| Instructions for the task |
Line by line, please look for the word "push" in the following records, then copy each line you find it in.

───── Data for review

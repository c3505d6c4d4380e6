import { parentPort } from 'node:worker_threads';
import { sawPlan, type SawPlanRequest } from '../../domain/sawing/saw-plan.ts';

/** A task for a planning thread. */
export interface Task {
  readonly id: number;
  readonly kind: 'saw-plan';
  readonly request: SawPlanRequest;
}

export type Answer = { readonly id: number } & ({ readonly value: unknown } | { readonly error: string } | { readonly late: true });

parentPort?.on('message', ({ id, request }: Task) => {
  const answered = (answer: Answer): void => parentPort?.postMessage(answer);
  try {
    answered({ id, value: sawPlan(request) });
  } catch (error) {
    answered({ id, error: error instanceof Error ? (error.stack ?? error.message) : String(error) });
  }
});
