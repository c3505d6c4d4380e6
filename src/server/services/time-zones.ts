import { createRequire } from 'node:module';
import type { Point } from '~/domain/geo.ts';

const find = createRequire(import.meta.url)('tz-lookup') as (lat: number, lng: number) => string;

/** The IANA time zone at a point, from boundaries packed with the application (public domain). */
export const timeZoneAt = (point: Point): string => find(point.lat, point.lng);
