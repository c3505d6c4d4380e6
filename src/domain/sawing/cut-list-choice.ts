import { type Pool, VOLUME_WEIGHT } from './cut-list-patterns.ts';
import type { Demand } from './demand.ts';
import type { Model, Solution, Solver } from './solver.ts';

/** How often each plan of the pool is cut, and what stays short of each size. */
export interface Choice {
  readonly times: readonly number[];
  readonly short: readonly number[];
}

const TINY = 1e-6;

/** Least board feet short, then least log volume. */
const isBetter = (pool: Pool, a: Choice, b: Choice): boolean => {
  const gain = boardFeetShort(pool.demand, b) - boardFeetShort(pool.demand, a);
  return gain > TINY || (gain > -TINY && costOf(pool, a) < costOf(pool, b) - TINY);
};

export const boardFeetShort = (demand: readonly Demand[], { short }: Choice): number => demand.reduce((sum, { boardFeet }, index) => sum + boardFeet * (short[index] ?? 0), 0);

const costOf = (pool: Pool, { times }: Choice): number => times.reduce((sum, count, plan) => sum + count * (pool.shapes[pool.made[plan]?.shape ?? 0]?.cost ?? 0), 0);

/** How many more logs of each shape may be used. */
class Free {
  private readonly own: number[];
  private readonly shared: { readonly shapes: ReadonlySet<number>; most: number }[];

  constructor({ shapes, limits }: Pool) {
    this.own = shapes.map(({ ids }) => ids.length);
    this.shared = limits.map((limit) => ({ shapes: new Set(limit.shapes), most: limit.most }));
  }

  of(shape: number): number {
    return this.shared.reduce((least, limit) => (limit.shapes.has(shape) ? Math.min(least, limit.most) : least), this.own[shape] ?? 0);
  }

  take(shape: number, count: number): void {
    this.own[shape] = (this.own[shape] ?? 0) - count;
    for (const limit of this.shared) if (limit.shapes.has(shape)) limit.most -= count;
  }
}

/** Never more plans of a shape than there are logs of it: what a solver stopped short of an answer may hold. */
function withinLogs(pool: Pool, times: readonly number[], free = new Free(pool)): number[] {
  return pool.made.map(({ shape }, plan) => {
    const taken = Math.max(0, Math.min(times[plan] ?? 0, free.of(shape)));
    if (taken > 0) free.take(shape, taken);
    return taken;
  });
}

/** A choice by how often each plan is cut. */
function choiceOf(pool: Pool, times: readonly number[]): Choice {
  const made = pool.demand.map((_, size) => times.reduce((sum, count, plan) => sum + count * (pool.made[plan]?.counts[size] ?? 0), 0));
  return { times, short: pool.demand.map(({ count }, size) => Math.max(0, count - (made[size] ?? 0))) };
}

/** Starts from plans taken in fractions, rounded down, and adds log after log the plan that covers most of what is left; then leaves out logs that nothing needs. */
function completed(pool: Pool, fractions: readonly number[]): Choice {
  const free = new Free(pool);
  const times = withinLogs(pool, fractions.map((part) => Math.floor(part + TINY)), free);
  const { short } = choiceOf(pool, times);
  const left = [...short];
  for (;;) {
    let best = -1;
    let most = TINY;
    pool.made.forEach(({ shape, counts }, index) => {
      if (free.of(shape) <= 0) return;
      const covers = counts.reduce((sum, count, size) => sum + Math.min(count, left[size] ?? 0) * (pool.demand[size]?.boardFeet ?? 0), 0);
      if (covers > most) [best, most] = [index, covers];
    });
    const plan = pool.made[best];
    if (!plan) break;
    times[best] = (times[best] ?? 0) + 1;
    free.take(plan.shape, 1);
    plan.counts.forEach((count, size) => (left[size] = Math.max(0, (left[size] ?? 0) - count)));
  }
  let choice = choiceOf(pool, times);
  for (let plan = 0; plan < times.length; plan++) {
    while ((choice.times[plan] ?? 0) > 0) {
      const without = choiceOf(pool, choice.times.map((count, index) => (index === plan ? count - 1 : count)));
      if (!isBetter(pool, without, choice)) break;
      choice = without;
    }
  }
  return choice;
}

/** The plans in whole numbers: least board feet short, then, with no more than that short, least log volume. */
export function choose(pool: Pool, solve: Solver, seconds: number): Choice {
  const plans = pool.made.length;
  const { demand } = pool;
  if (plans === 0) return choiceOf(pool, []);
  const boardFeetOf = (_: number, index: number): number => demand[index]?.boardFeet ?? 0;
  let best = completed(pool, []);
  const offer = (solution: Solution | null): void => {
    if (!solution) return;
    const found = [choiceOf(pool, withinLogs(pool, solution.columns.slice(0, plans).map((value) => Math.floor(value + 0.01)))), completed(pool, solution.columns)];
    for (const each of found) if (isBetter(pool, each, best)) best = each;
  };
  offer(solve(pool.model(false, boardFeetOf, (cost) => cost * VOLUME_WEIGHT), seconds));
  if (boardFeetShort(demand, best) > TINY) offer(solve(pool.model(true, boardFeetOf, () => 0), seconds));
  const model = pool.model(true, () => 0, (cost) => cost);
  const noMoreShort: Model = { ...model, rows: [...model.rows, { terms: demand.map(({ boardFeet }, index) => [plans + index, boardFeet] as const), sign: '<=', rest: boardFeetShort(demand, best) + TINY }] };
  offer(solve(noMoreShort, seconds));
  return best;
}
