import type { LogShape } from './log-shape.ts';

/** A felled stem, measured inside bark at some places from the butt. */
export interface Stem {
  readonly measures: readonly { readonly fromButtFt: number; readonly diameterIn: number }[];
  /** Stretches that no log may hold: a crotch, rot, a metal spike. */
  readonly leaveOut?: readonly { readonly fromFt: number; readonly toFt: number }[];
}

export interface BuckingRules {
  /** Lengths that logs may have, ft, without trim. */
  readonly lengthsFt: readonly number[];
  /** Left on every log over its length, in (common practice 4–6 in). */
  readonly trimIn: number;
  /** The mill's longest log, ft, trim and all. */
  readonly longestFt?: number | undefined;
  readonly shortestEndIn?: number | undefined;
}

export interface BuckedLog {
  readonly fromButtFt: number;
  /** Without trim. */
  readonly lengthFt: number;
  /** Where the saw goes, trim and all. */
  readonly smallEndIn: number;
  readonly largeEndIn: number;
  readonly value: number;
}

export interface Bucked {
  readonly logs: readonly BuckedLog[];
  readonly value: number;
  /** Not in any log, ft. */
  readonly leftFt: number;
}

/** The saw's places along the stem: every whole inch. */
const STEPS_PER_FT = 12;

/** Diameter of a stem at a height, straight between measures; past the last one nothing is known. */
export function diameterAt(stem: Stem, fromButtFt: number): number {
  const measures = [...stem.measures].sort((a, b) => a.fromButtFt - b.fromButtFt);
  const above = measures.findIndex((each) => each.fromButtFt >= fromButtFt - 1e-9);
  const high = measures[above];
  if (!high) return 0;
  const low = measures[above - 1] ?? high;
  const span = high.fromButtFt - low.fromButtFt;
  return span <= 0 ? high.diameterIn : low.diameterIn + ((high.diameterIn - low.diameterIn) * (fromButtFt - low.fromButtFt)) / span;
}

/**
 * Where to cut a stem to length for the most value: exact over every cut at a whole inch, by dynamic programming from the butt.
 * Wood may be left out anywhere; a log never holds a stretch to leave out, and carries its trim at the top.
 * @param worth what a log is worth: by a log rule, or by its best sawing plan for the sizes wanted. It is asked for each place and
 *   length once, with diameters to the nearest smaller 1/8 in.
 */
export function buck(stem: Stem, { lengthsFt, trimIn, longestFt = Infinity, shortestEndIn = 4 }: BuckingRules, worth: (log: LogShape) => number): Bucked {
  const lengthFt = stem.measures.reduce((most, { fromButtFt }) => Math.max(most, fromButtFt), 0);
  const end = Math.floor(lengthFt * STEPS_PER_FT + 1e-9);
  const at = Array.from({ length: end + 1 }, (_, step) => Math.floor(diameterAt(stem, step / STEPS_PER_FT) * 8 + 1e-9) / 8);
  const leaveOut = (stem.leaveOut ?? []).map(({ fromFt, toFt }) => [fromFt * STEPS_PER_FT, toFt * STEPS_PER_FT] as const);
  const trim = Math.ceil(trimIn);
  const lengths = [...new Set(lengthsFt)].filter((feet) => feet > 0 && feet + trimIn / 12 <= longestFt + 1e-9).sort((a, b) => a - b);
  const known = new Map<string, number>();
  const worthOf = (log: LogShape): number => {
    const key = `${log.smallEndIn} ${log.largeEndIn ?? ''} ${log.lengthFt}`;
    const found = known.get(key) ?? worth(log);
    known.set(key, found);
    return found;
  };
  // The best that the wood from each place up gives, from the top down.
  const best = new Float64Array(end + 1);
  const taken: (BuckedLog | undefined)[] = [];
  for (let step = end - 1; step >= 0; step--) {
    let value = best[step + 1] as number;
    for (const feet of lengths) {
      const nominal = Math.round(feet * STEPS_PER_FT);
      const top = step + nominal + trim;
      if (top > end || leaveOut.some(([from, to]) => from < top - 1e-9 && to > step + 1e-9)) continue;
      const smallEndIn = Math.min(at[top] as number, at[step] as number);
      if (smallEndIn < shortestEndIn) continue;
      const log = { smallEndIn, largeEndIn: at[step] as number, lengthFt: feet };
      const own = worthOf(log);
      // Of two ways that are worth the same, the one that begins nearer the butt and has the longer log.
      if (own > 0 && own + (best[top] as number) > value - 1e-9) {
        value = own + (best[top] as number);
        taken[step] = { ...log, fromButtFt: step / STEPS_PER_FT, value: own };
      }
    }
    best[step] = value;
  }
  const logs: BuckedLog[] = [];
  for (let step = 0; step < end; ) {
    const log = taken[step];
    if (!log) {
      step += 1;
      continue;
    }
    logs.push(log);
    step += Math.round(log.lengthFt * STEPS_PER_FT) + trim;
  }
  const used = logs.reduce((sum, log) => sum + log.lengthFt + trim / STEPS_PER_FT, 0);
  return { logs, value: best[0] ?? 0, leftFt: Math.max(0, lengthFt - used) };
}
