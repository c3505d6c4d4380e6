import ICAL from 'ical.js';
import type { BusySpan } from '../../domain/trade/busy-days.ts';
import { addDays, dayStart, isTimeZone, type Day } from '../../domain/time.ts';
import { invalid, Refusal } from '../errors.ts';

/** Entries of ours in a calendar that subscribes to us are not taken back in. */
const OUR_UID = /@skidway$/;
/** How many steps of repeating entries are worked out in one file before it is refused. */
const MOST_STEPS = 50_000;

const notCalendar = (): Refusal => invalid([{ path: 'file', message: 'This is not a calendar file. Choose one that ends in .ics.' }]);
const two = (value: number): string => String(value).padStart(2, '0');
const dayOf = (time: ICAL.Time): Day => `${String(time.year).padStart(4, '0')}-${two(time.month)}-${two(time.day)}`;

/** Whether an entry takes up time at all. */
function isBusy(entry: ICAL.Component): boolean {
  const said = (name: string): string => String(entry.getFirstPropertyValue(name) ?? '').toUpperCase();
  return said('transp') !== 'TRANSPARENT' && said('status') !== 'CANCELLED' && said('x-microsoft-cdo-busystatus') !== 'FREE' && !OUR_UID.test(String(entry.getFirstPropertyValue('uid') ?? ''));
}

/** The instant of an entry's time. One whose zone is not in the file is read by the zone's name, or else on the sawyer's own clock. */
function instantOf(time: ICAL.Time, entry: ICAL.Component, zone: string): Date {
  if (time.zone !== null && time.zone !== ICAL.Timezone.localTimezone) return new Date(time.toUnixTime() * 1000);
  const named = entry.getFirstProperty('dtstart')?.getFirstParameter('tzid');
  return dayStart(dayOf(time), named !== undefined && isTimeZone(named) ? named : zone, `${two(time.hour)}:${two(time.minute)}`);
}

function spanOf(start: ICAL.Time, end: ICAL.Time, entry: ICAL.Component, zone: string): BusySpan {
  if (!start.isDate) return { start: instantOf(start, entry, zone), end: instantOf(end, entry, zone) };
  const from = dayOf(start);
  return { from, until: dayOf(end) > from ? dayOf(end) : addDays(from, 1) };
}

function* calendarsIn(text: string): Generator<ICAL.Component> {
  const parsed: unknown[] = ICAL.parse(text);
  for (const one of Array.isArray(parsed[0]) ? parsed : [parsed]) yield new ICAL.Component(one as unknown[]);
}

/**
 * The busy times in an iCalendar file, repeating ones worked out, from the day `first` to the day `last`.
 * @param zone the sawyer's own time zone, for entries that name none
 * @throws Refusal `invalid` when the file is no calendar or repeats without measure
 */
export function busySpans(text: string, zone: string, first: Day, last: Day): readonly BusySpan[] {
  const spans: BusySpan[] = [];
  let steps = 0;
  // Long entries that began before `first` still reach into it.
  const near = addDays(first, -40);
  try {
    for (const calendar of calendarsIn(text)) {
      if (calendar.name !== 'vcalendar') throw notCalendar();
      for (const entry of calendar.getAllSubcomponents('vevent')) {
        if (!isBusy(entry)) continue;
        const event = new ICAL.Event(entry);
        if (event.isRecurrenceException() || !event.startDate) continue;
        if (!event.isRecurring()) {
          if (dayOf(event.startDate) <= last) spans.push(spanOf(event.startDate, event.endDate, entry, zone));
          continue;
        }
        const times = event.iterator();
        for (let next = times.next(); next && dayOf(next) <= last; next = times.next()) {
          if ((steps += 1) > MOST_STEPS) throw invalid([{ path: 'file', message: 'This calendar repeats too much to be read. Export only the coming months.' }]);
          if (dayOf(next) < near) continue;
          const { startDate, endDate, item } = event.getOccurrenceDetails(next);
          if (isBusy(item.component)) spans.push(spanOf(startDate, endDate, item.component, zone));
        }
      }
    }
  } catch (error) {
    throw error instanceof Refusal ? error : notCalendar();
  }
  return spans;
}
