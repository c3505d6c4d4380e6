import { boardFeet, type Piece, type Stock } from './pieces.ts';
import type { RowBoard } from './row.ts';
import { inches, type Units } from './units.ts';

/**
 * A sawn board, green, placed in the log: `xIn`, `yIn` is its lower left corner from the pith; not `turned`, its width lies
 * along x and its thickness along y; `startFt` is measured from the small end and every board reaches the large end.
 */
export interface Board {
  readonly xIn: number;
  readonly yIn: number;
  readonly thicknessIn: number;
  readonly widthIn: number;
  readonly lengthFt: number;
  readonly startFt: number;
  readonly turned: boolean;
  readonly boardFeet: number;
  /** Index of the piece it was cut for. */
  readonly piece: number;
}

/** Makes a board of a row: `along` is its near edge along the row, `across` its lower edge across it. */
export function boardOf(stock: Stock, row: RowBoard, across: Units, turned: boolean): Board {
  const { choice } = row;
  const piece = stock.pieces[choice.piece] as Piece;
  const lengthFt = stock.lengthsFt[choice.length] as number;
  const [along, other] = [inches(row.at), inches(across)];
  return {
    xIn: turned ? other : along,
    yIn: turned ? along : other,
    thicknessIn: piece.thicknessIn,
    widthIn: choice.widthIn,
    lengthFt,
    startFt: Math.max(0, stock.log.lengthFt - lengthFt),
    turned,
    boardFeet: boardFeet(piece.thicknessIn, choice.widthIn, lengthFt),
    piece: choice.piece,
  };
}

/** Board feet of some boards, unrounded. */
export const totalBoardFeet = (boards: readonly Board[]): number => boards.reduce((sum, board) => sum + board.boardFeet, 0);

/** Value of some boards at their pieces' value per board foot. */
export const totalValue = (boards: readonly Board[], pieces: readonly Piece[]): number =>
  boards.reduce((sum, board) => sum + board.boardFeet * (pieces[board.piece]?.value ?? 1), 0);

/** Extent of a board in the cross-section. */
export function section(board: Board): { readonly left: number; readonly right: number; readonly bottom: number; readonly top: number } {
  const [wide, high] = board.turned ? [board.thicknessIn, board.widthIn] : [board.widthIn, board.thicknessIn];
  return { left: board.xIn, right: board.xIn + wide, bottom: board.yIn, top: board.yIn + high };
}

──────────

| Exercise output |
    logs.push(log);
          if (dayOf(event.startDate) <= last) spans.push(spanOf(event.startDate, event.endDate, entry, zone));
          if (isBusy(item.component)) spans.push(spanOf(startDate, endDate, item.component, zone));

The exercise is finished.